• [TASK]
All of the records need to be retyped exactly, with no line dropped.

(Items listed in a dataset)
>>>
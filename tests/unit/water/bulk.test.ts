import { describe, expect, test } from "vitest";
import {
  deriveReadingInto,
  deriveReadings,
  practicalSalinity,
  specificConductance,
  type DeriveOptions,
} from "#app/lib/water/index.ts";

// The bulk path must agree with the scalar functions it inlines (these are consistency
// tests; the scalar functions carry the published check values).
describe("deriveReadings", () => {
  const n = 500;
  const conductivity = new Float64Array(n);
  const temperature = new Float64Array(n);
  for (let i = 0; i < n; i++) {
    conductivity[i] = 20 + ((i * 7919) % 60_000); // 20 µS/cm to 60 mS/cm, invented
    temperature[i] = ((i * 104_729) % 3590) / 100; // 0–35.9 °C
  }

  test.each<DeriveOptions>([
    { method: { kind: "natural-water" }, tdsFactor: 0.65 },
    { method: { kind: "linear", alphaPerC: 0.0191 }, tdsFactor: 0.7, pressureDbar: 12 },
    { method: { kind: "natural-water", referenceC: 20 }, tdsFactor: 0.55 },
  ])("matches the scalar functions for %o", (options) => {
    const out = deriveReadings(conductivity, temperature, options);
    for (let i = 0; i < n; i++) {
      const sc = specificConductance(conductivity[i], temperature[i], options.method);
      expect(out.specificConductanceUsPerCm[i]).toBeCloseTo(sc, 9);
      expect(out.tdsMgPerL[i]).toBeCloseTo(options.tdsFactor * sc, 9);
      let s: number;
      try {
        s = practicalSalinity(conductivity[i] / 1000, temperature[i], options.pressureDbar ?? 0);
      } catch {
        s = Number.NaN; // above S = 42
      }
      if (Number.isNaN(s)) expect(Number.isNaN(out.salinity[i])).toBe(true);
      else expect(out.salinity[i]).toBeCloseTo(s, 10);
    }
  });

  test("gives NaN, not an exception, for readings the methods cannot handle", () => {
    const c = Float64Array.from([-5, Number.NaN, 400, 400, Number.POSITIVE_INFINITY]);
    const t = Float64Array.from([10, 10, 40, -3, 10]);
    const out = deriveReadings(c, t, { method: { kind: "natural-water" }, tdsFactor: 0.65 });
    for (let i = 0; i < c.length; i++) {
      expect(Number.isNaN(out.specificConductanceUsPerCm[i])).toBe(true);
      expect(Number.isNaN(out.tdsMgPerL[i])).toBe(true);
      expect(Number.isNaN(out.salinity[i])).toBe(true);
    }
  });

  test("a single reading into a preallocated array", () => {
    const out = new Float64Array(6);
    deriveReadingInto(1000, 15, { method: { kind: "natural-water" }, tdsFactor: 0.65 }, out, 3);
    // f25(15.0) = 1.256 (ISO 7888 table): SC = 1256, TDS = 0.65 × 1256 = 816.4
    expect(out[3]).toBeCloseTo(1256, 9);
    expect(out[4]).toBeCloseTo(816.4, 9);
    expect(out[5]).toBeCloseTo(practicalSalinity(1, 15), 12);
    expect(out[0]).toBe(0);
  });

  test("bad options are a RangeError before any reading is touched", () => {
    expect(() => deriveReadings(conductivity, temperature, { method: { kind: "natural-water" }, tdsFactor: 1.5 })).toThrow(RangeError);
    expect(() => deriveReadings(conductivity, temperature, { method: { kind: "linear", alphaPerC: -1 }, tdsFactor: 0.6 })).toThrow(RangeError);
    expect(() =>
      deriveReadings(conductivity, temperature, { method: { kind: "natural-water" }, tdsFactor: 0.6, pressureDbar: -3 }),
    ).toThrow(RangeError);
    expect(() => deriveReadings(conductivity, new Float64Array(3), { method: { kind: "natural-water" }, tdsFactor: 0.6 })).toThrow(RangeError);
  });
});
<<<
• [RESPONSE AREA]
filename tests/unit/water/bulk.test.ts
import { describe, expect, test } from "vitest";
import {
  deriveReadingInto,
  deriveReadings,
  practicalSalinity,
  specificConductance,
  type DeriveOptions,
} from "#app/lib/water/index.ts";

// The bulk path must agree with the scalar functions it inlines (these are consistency
// tests; the scalar functions carry the published check values).
describe("deriveReadings", () => {
  const n = 500;
  const conductivity = new Float64Array(n);
  const temperature = new Float64Array(n);
  for (let i = 0; i < n; i++) {
    conductivity[i] = 20 + ((i * 7919) % 60_000); // 20 µS/cm to 60 mS/cm, invented
    temperature[i] = ((i * 104_729) % 3590) / 100; // 0–35.9 °C
  }

  test.each<DeriveOptions>([
    { method: { kind: "natural-water" }, tdsFactor: 0.65 },
    { method: { kind: "linear", alphaPerC: 0.0191 }, tdsFactor: 0.7, pressureDbar: 12 },
    { method: { kind: "natural-water", referenceC: 20 }, tdsFactor: 0.55 },
  ])("matches the scalar functions for %o", (options) => {
    const out = deriveReadings(conductivity, temperature, options);
    for (let i = 0; i < n; i++) {
      const sc = specificConductance(conductivity[i], temperature[i], options.method);
      expect(out.specificConductanceUsPerCm[i]).toBeCloseTo(sc, 9);
      expect(out.tdsMgPerL[i]).toBeCloseTo(options.tdsFactor * sc, 9);
      let s: number;
      try {
        s = practicalSalinity(conductivity[i] / 1000, temperature[i], options.pressureDbar ?? 0);
      } catch {
        s = Number.NaN; // above S = 42
      }
      if (Number.isNaN(s)) expect(Number.isNaN(out.salinity[i])).toBe(true);
      else expect(out.salinity[i]).toBeCloseTo(s, 10);
    }
  });

  test("gives NaN, not an exception, for readings the methods cannot handle", () => {
    const c = Float64Array.from([-5, Number.NaN, 400, 400, Number.POSITIVE_INFINITY]);
    const t = Float64Array.from([10, 10, 40, -3, 10]);
    const out = deriveReadings(c, t, { method: { kind: "natural-water" }, tdsFactor: 0.65 });
    for (let i = 0; i < c.length; i++) {
      expect(Number.isNaN(out.specificConductanceUsPerCm[i])).toBe(true);
      expect(Number.isNaN(out.tdsMgPerL[i])).toBe(true);
      expect(Number.isNaN(out.salinity[i])).toBe(true);
    }
  });

  test("a single reading into a preallocated array", () => {
    const out = new Float64Array(6);
    deriveReadingInto(1000, 15, { method: { kind: "natural-water" }, tdsFactor: 0.65 }, out, 3);
    // f25(15.0) = 1.256 (ISO 7888 table): SC = 1256, TDS = 0.65 × 1256 = 816.4
    expect(out[3]).toBeCloseTo(1256, 9);
    expect(out[4]).toBeCloseTo(816.4, 9);
    expect(out[5]).toBeCloseTo(practicalSalinity(1, 15), 12);
    expect(out[0]).toBe(0);
  });

  test("bad options are a RangeError before any reading is touched", () => {
    expect(() => deriveReadings(conductivity, temperature, { method: { kind: "natural-water" }, tdsFactor: 1.5 })).toThrow(RangeError);
    expect(() => deriveReadings(conductivity, temperature, { method: { kind: "linear", alphaPerC: -1 }, tdsFactor: 0.6 })).toThrow(RangeError);
    expect(() =>
      deriveReadings(conductivity, temperature, { method: { kind: "natural-water" }, tdsFactor: 0.6, pressureDbar: -3 }),
    ).toThrow(RangeError);
    expect(() => deriveReadings(conductivity, new Float64Array(3), { method: { kind: "natural-water" }, tdsFactor: 0.6 })).toThrow(RangeError);
  });
});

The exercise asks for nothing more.